Wäre es eigentlich Performanter, die WebVisu auf einem Raspi (3) laufen zu lassen als auf dem PFC200 mit e!Cockpit?
Bei einigen Sachen, wie z.B. Zeitplanungen, ist die Visu auf dem PFC ziemlich lahm...

Wie genau funktioniert das denn bei Codesys mit einer Abgesetzten Visu? Habe bisher immer nur die integrierte Visu auf dem Controller verwendet.

Gruß Eloee


----------



## Tiktal (13 März 2017)

Naja, du würdest deine ganzen Werte/Befehle z.B. per UDP/Modbus zu dem zweiten Gerät schicken auf dem die Visu läuft


----------



## Michl_CR (14 März 2017)

Probier doch mal einen VNC-Viewer. Ist ähnlich wie Sm@rt-Client von Siemens. Wir mussten diese auch nutzen, nachdem Firefox die Fernsteuerung (Sm@rtService) von den TouchPanels nicht mehr öffnen wollte wegen JAVA.
Könnte in deinem Fall klappen.

https://www.realvnc.com/download/vnc/

Gruß
Michl


----------



## Tiktal (16 März 2017)

Wäre super wenn WAGO sich hier einmal äußern würde...


----------



## MSB (21 März 2017)

Tiktal schrieb:


> *Wäre super wenn WAGO sich hier einmal äußern würde...*


Ist zwar normalerweise nicht meine Art aber: Push

Ansonsten muss ich offengestanden feststellen, das Wago das Thema nach meinen Eindrücken ziemlich am Allerwertesten vorbei geht.
Jedenfalls lässt sich keinerlei Lösungswillen erkennen.
Weder gibt es eine Lösung für Codesys V2 ... wo ist 3S dazu eigentlich?
Noch gibt es eine Möglichkeit eine V2-Visu in E-Cockpit zu bringen.
Von der Variante eines eigenen Visu-Controllers will ich gar nicht erst sprechen, jeder der sowas mal irgendwie gemacht hat, weiß um den Aufwand der damit verbunden ist.
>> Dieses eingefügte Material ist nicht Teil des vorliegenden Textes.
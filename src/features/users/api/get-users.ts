import { queryOptions, useQuery } from '@tanstack/react-query';
import { z } from 'zod';
import { userSchema } from '../../../../shared/api/users.ts';
import { api } from '../../../lib/api-client.ts';

const listSchema = z.object({ users: z.array(userSchema) });

export const usersKeys = { all: ['users'] as const, list: (q: string) => ['users', 'list', q] as const };

export const getUsers = (q = '') => api.get('/api/users', { query: { q }, schema: listSchema }).then((r) => r.users);

export const usersQueryOptions = (q = '') => queryOptions({ queryKey: usersKeys.list(q), queryFn: () => getUsers(q) });

export const useUsers = (q = '') => useQuery(usersQueryOptions(q));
Ich bin weiß gott kein Siemens-Fanboy, aber die bemühen sich wenigstens in aller Regel um halbwegs vernünftige Migrations--Ansätze.


----------



## -J-E- (21 März 2017)

Hi, also nach diversen Kontakten mit dem Support gibt es von Seiten Wago keinerlei Möglichkeit die 750-880 auf E-cockpit bzw 3.5 umzustellen. Somit gibt es keine Alternative zur Java webvisu. Ich habe 750-8202 Controller im Einsatz. Die Projekte habe ich von 2.3 nach E-cockpit konvertiert. Die HTML Webvisu funktioniert Super. Wir haben in unseren Projekten wesentlich weniger Probleme wie unter 2.3. Bis auf lange Ladezustand in der E-cockpit IDE sind wir mit der E-cockpit Software sehr zufrieden. Wenn es für dich eine Alternative wäre dir einen 8202 Controller zu erwerben, kann ich das nur empfehlen. Wir haben eigentlich keinen wesentlichen Probleme unter E-cockpit feststellen können.


----------



## MSB (21 März 2017)

Ich habe damit v.a. das Problem:
a) neue Hardware erforderlich
b) nicht unerhebliche Arbeitszeit nötig, da man Visu technisch bei einem weißen Blatt startet.


----------



## -J-E- (22 März 2017)

Die neue Hardware ist unumgänglich, wenn zu einer HTML5 Webvisu gewechselt werden soll(ich kenne zumindest keinen funktionierende alternative auf wagocontrollern) 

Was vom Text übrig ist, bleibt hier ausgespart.